We are familyshare owners at Smuggs (at Falcons) and High Country Club (HCC) members.

We have owned at Smuggs for about ten years (we owned at Aspens before Falcons was built). We spend 4-6 weeks at Smuggs each year with a long winter and summer visit. We love going during the winter and summer. We have had good luck trading back into Smuggs with our float weeks for extra units for family reunions and trading our float weeks to other destinations. We have rarely included our float weeks in the rental pool because they do not rent very often. Given that we use our weeks so much, we consider ourselves lucky when our rental income on the unused fixed weeks (usually 4 weeks, sometimes more or less) come close to covering the annual maintenance fees. We have had good and bad rental years.

We joined HCC last year with a 1/1/2008 start date. We like HCC because of the ease to book ski vacations out west and the larger size of most of the homes. HCC is growing and adding destinations on the east coast.

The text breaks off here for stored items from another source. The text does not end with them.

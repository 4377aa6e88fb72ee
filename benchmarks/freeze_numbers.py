"""Freeze the numbers of a fixed grid of models: an INTERNAL regression pin.

Tier (c) in DEVELOPERS.md.  The stored table guards refactors (every number
must stay the same when the code is only rearranged); it is not a physics
reference: its values are whatever the code gave when the table was written.

    python benchmarks/freeze_numbers.py            # rewrite tests/data/frozen_numbers.csv
    python benchmarks/freeze_numbers.py --check    # compare, print the worst deviation

The grid (~1000 Model A models around configs/demo.toml, parker_reference.toml
and porous_tiring.toml; ~40 Model B models around configs/bump_wind.toml, with
photosphere and base anchors) is solved through the public API
(``windsolve.load_model``, ``WindModel.replace``, ``windsolve.solve``).  Each row
is named by its spec, ``config|field=value|...`` (values as a model file would
give them; ``None`` unsets a field), so the test rebuilds the model from the
row alone.  tests/test_frozen_numbers.py recomputes the table.
"""

import argparse
import csv
import itertools
import math
import sys
from pathlib import Path

import windsolve

ROOT = Path(__file__).resolve().parents[1]
TABLE = ROOT / "tests" / "data" / "frozen_numbers.csv"

# summary keys stored per model (NaN where a model has none)
SUMMARY = ("mass_loss_rate", "sonic_radius", "terminal_velocity", "photosphere_radius",
           "sonic_temperature", "base_density_efolds", "base_radius", "base_luminosity")
COLUMNS = ("spec", "status", "shots", "n_profile", *SUMMARY, "v_outer")
INTS = ("shots", "n_profile")


def grid():
    """The specs of every model in the table, in order."""
    specs = []
    # Model A around the demo (porous, continuum-driven): Gamma via L, a, rho0, porosity, tiring
    for L, a, rho0, h, tiring in itertools.product(
            ("2e6 Lsun", "2.5e6 Lsun", "3e6 Lsun", "4e6 Lsun", "5e6 Lsun", "6e6 Lsun",
             "8e6 Lsun"),
            ("12 km/s", "16 km/s", "20 km/s", "35 km/s"),
            ("1e-11 g/cm3", "1e-9 g/cm3", "1e-7 g/cm3", "1e-6 g/cm3"),
            ("None", "10 Rsun", "1 Rsun", "0.01 Rsun"),
            ("false", "true")):
        specs.append(f"demo.toml|luminosity={L}|sound_speed={a}|base_density={rho0}"
                     f"|porosity_length={h}|photon_tiring={tiring}")
    # Model A around the porous photon-tiring eruption
    for h, q, rho0 in itertools.product(
            ("0.003 Rsun", "0.01 Rsun", "0.03 Rsun", "0.1 Rsun"),
            ("0.5", "1.0", "1.5"),
            ("3e-7 g/cm3", "1e-6 g/cm3", "3e-6 g/cm3")):
        specs.append(f"porous_tiring.toml|porosity_length={h}|porosity_exponent={q}"
                     f"|base_density={rho0}")
    # Model A around Parker's wind with reduced gravity (sub-Eddington, constant opacity)
    for L, a, rho0, tiring in itertools.product(
            ("0.386e5 Lsun", "1.0e5 Lsun", "1.930573e5 Lsun", "2.9e5 Lsun", "3.5e5 Lsun"),
            ("60 km/s", "100 km/s", "150 km/s", "250 km/s"),
            ("1e-14 g/cm3", "1e-12 g/cm3", "1e-10 g/cm3"),
            ("false", "true")):
        specs.append(f"parker_reference.toml|luminosity={L}|sound_speed={a}"
                     f"|base_density={rho0}|photon_tiring={tiring}")
    # Model B, photosphere anchor
    for L, T, M in itertools.product(("1.5e5 Lsun", "1.8e5 Lsun", "2e5 Lsun", "2.4e5 Lsun",
                                      "3e5 Lsun"),
                                     ("4e4 K", "5e4 K", "7e4 K"),
                                     ("8 Msun", "10 Msun", "12 Msun")):
        specs.append(f"bump_wind.toml|photosphere_luminosity={L}|photosphere_temperature={T}"
                     f"|mass={M}")
    # Model B with the invented opacity table (the tabulated twin of the bump law)
    for T in ("4e4 K", "5e4 K", "6e4 K"):
        specs.append(f"bump_wind.toml|opacity=table:invented_bump_table.txt"
                     f"|photosphere_temperature={T}")
    # Model B, base anchor (near the base of the bump_wind solution: R ~ 0.514 Rsun,
    # L ~ 2.19e5 Lsun, T ~ 1e6 K, rho ~ 1.39e-5 g/cm3)
    photo_off = "photosphere_luminosity=None|photosphere_temperature=None"
    # (a base-anchored solve costs seconds: few of them)
    for R, L in (("0.5 Rsun", "2.15e5 Lsun"), ("0.52 Rsun", "2.25e5 Lsun")):
        for base in ("base_temperature=1e6 K", "base_temperature=None|base_density=1.4e-5 g/cm3"):
            specs.append(f"bump_wind.toml|{photo_off}|radius={R}|luminosity={L}|{base}")
    return specs


_BASES = {}


def build(spec):
    """The model a spec names."""
    config, *items = spec.split("|")
    if config not in _BASES:
        _BASES[config] = windsolve.load_model(ROOT / "configs" / config)
    changes = {}
    for item in items:
        key, _, value = item.partition("=")
        changes[key] = {"None": None, "true": True, "false": False}.get(value, value)
        if key in ("porosity_exponent",):
            changes[key] = float(value)
        if value.startswith("table:"):  # an opacity table in configs/
            changes[key] = {"law": "table", "path": str(ROOT / "configs" / value[6:])}
    return _BASES[config].replace(**changes)


def row(spec):
    """The stored numbers of one model: a dict of COLUMNS."""
    result = windsolve.solve(build(spec))
    out = {"spec": spec, "status": result.status,
           "shots": int(result.counters.get("shots", -1)),
           "n_profile": len(result.profile["radius"]) if result.profile else 0}
    for key in SUMMARY:
        q = result.summary.get(key)
        out[key] = math.nan if q is None else float(q.value)
    out["v_outer"] = float(result.profile["velocity"][-1].value) if result.profile else math.nan
    return out


def read_table(path=TABLE):
    with open(path, newline="") as f:
        lines = [line for line in f if not line.startswith("#")]
    rows = []
    for r in csv.DictReader(lines):
        for key in COLUMNS[2:]:
            r[key] = int(r[key]) if key in INTS else float(r[key])
        rows.append(r)
    return rows


def compare(old, new, rtol=1e-12):
    """Deviations of ``new`` from ``old``: (list of problems, largest relative deviation)."""
    problems, worst = [], 0.0
    for key in COLUMNS[1:]:
        a, b = old[key], new[key]
        if key in ("status", *INTS):
            if a != b:
                problems.append(f"{old['spec']}: {key} {a!r} -> {b!r}")
            continue
        if math.isnan(a) and math.isnan(b):
            continue
        dev = abs(b - a) / abs(a) if a != 0 else abs(b - a)
        if not dev <= rtol:  # NaN on one side only fails too
            problems.append(f"{old['spec']}: {key} {a!r} -> {b!r} (rel {dev:.3g})")
        elif dev > worst:
            worst = dev
    return problems, worst


def main(argv=None):
    parser = argparse.ArgumentParser(description=__doc__.splitlines()[0])
    parser.add_argument("--check", action="store_true", help="compare instead of writing")
    args = parser.parse_args(argv)
    rows = [row(spec) for spec in grid()]
    if args.check:
        old = {r["spec"]: r for r in read_table()}
        problems, worst, exact = [], 0.0, 0
        for r in rows:
            p, w = compare(old[r["spec"]], r)
            problems += p
            worst = max(worst, w)
            exact += all(old[r["spec"]][k] == r[k] or
                         (isinstance(r[k], float) and math.isnan(r[k])) for k in COLUMNS[1:])
        print(f"{len(rows)} models, {exact} bit for bit, largest relative deviation "
              f"{worst:.3g}, {len(problems)} problems")
        print("\n".join(problems[:20]))
        return 1 if problems else 0
    with open(TABLE, "w", newline="") as f:
        f.write("# INTERNAL regression pin (tier (c), DEVELOPERS.md): numbers the code gave, "
                "written by benchmarks/freeze_numbers.py.\n# It guards refactors; it is NOT "
                "a physics reference.  cgs units; NaN where a model has no such value.\n")
        w = csv.DictWriter(f, COLUMNS, lineterminator="\n")
        w.writeheader()
        for r in rows:
            w.writerow({k: repr(v) if isinstance(v, float) else v for k, v in r.items()})
    counts = {}
    for r in rows:
        counts[r["status"]] = counts.get(r["status"], 0) + 1
    print(f"wrote {len(rows)} models to {TABLE}: {counts}")
    return 0


if __name__ == "__main__":
    sys.exit(main())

I am sure that we will enjoy our HCC vacations. We are going to Copper Mountain in February and New York City in June. We will try to go to Italy in 2009. That being said, Smuggs is a very special place for families, especially younger (but not too young) children. We see many of the same people every year and our kids keep in touch with friends they've made. We would not trade our Smuggs experience for any other vacation ownership.

Please let me know if you have any questions.

Sam

PS - I would not buy a family or equishare as an investment. I would only buy because of the desire to spend time at Smuggs. If you are looking for a positive return on your money, either buy less time and invest the rest or buy a full ownership home for the potential real estate appreciation. I have seen no evidence that the family share homes appreciate in any way similar to a fully owned vacation home.


----------



## charford (Jan 23, 2008)

I've been a Familyshare owner for 2 years. I own on the North Hill. We've been going to Smuggs for about 10 years now. I bought my unit as a resale. Make sure before you jump in that you check the resales on Smuggs.com. Smuggs doesn't list it's club weeks on its site, but it does list the wintershare, familyshare, equishare and full ownership resales available. 


The  familyshare units - Falcons, Trailside Highlands and Kestrels will cost less money upfront than an equishare. Actually, week for week, they will be less money too. The newer units have more amenities and space than the older units, which are still very nice. For example, my Kestrels unit has a screened in porch which the older Falcons doesn't have. But Owls has an extra half bath, a four season sunroom and granite counters. I looked at the equishares, but didn't need that much time, so I went with a Familyshare. As Sam said, don't expect a share condo to appreciate like a full ownership condo. 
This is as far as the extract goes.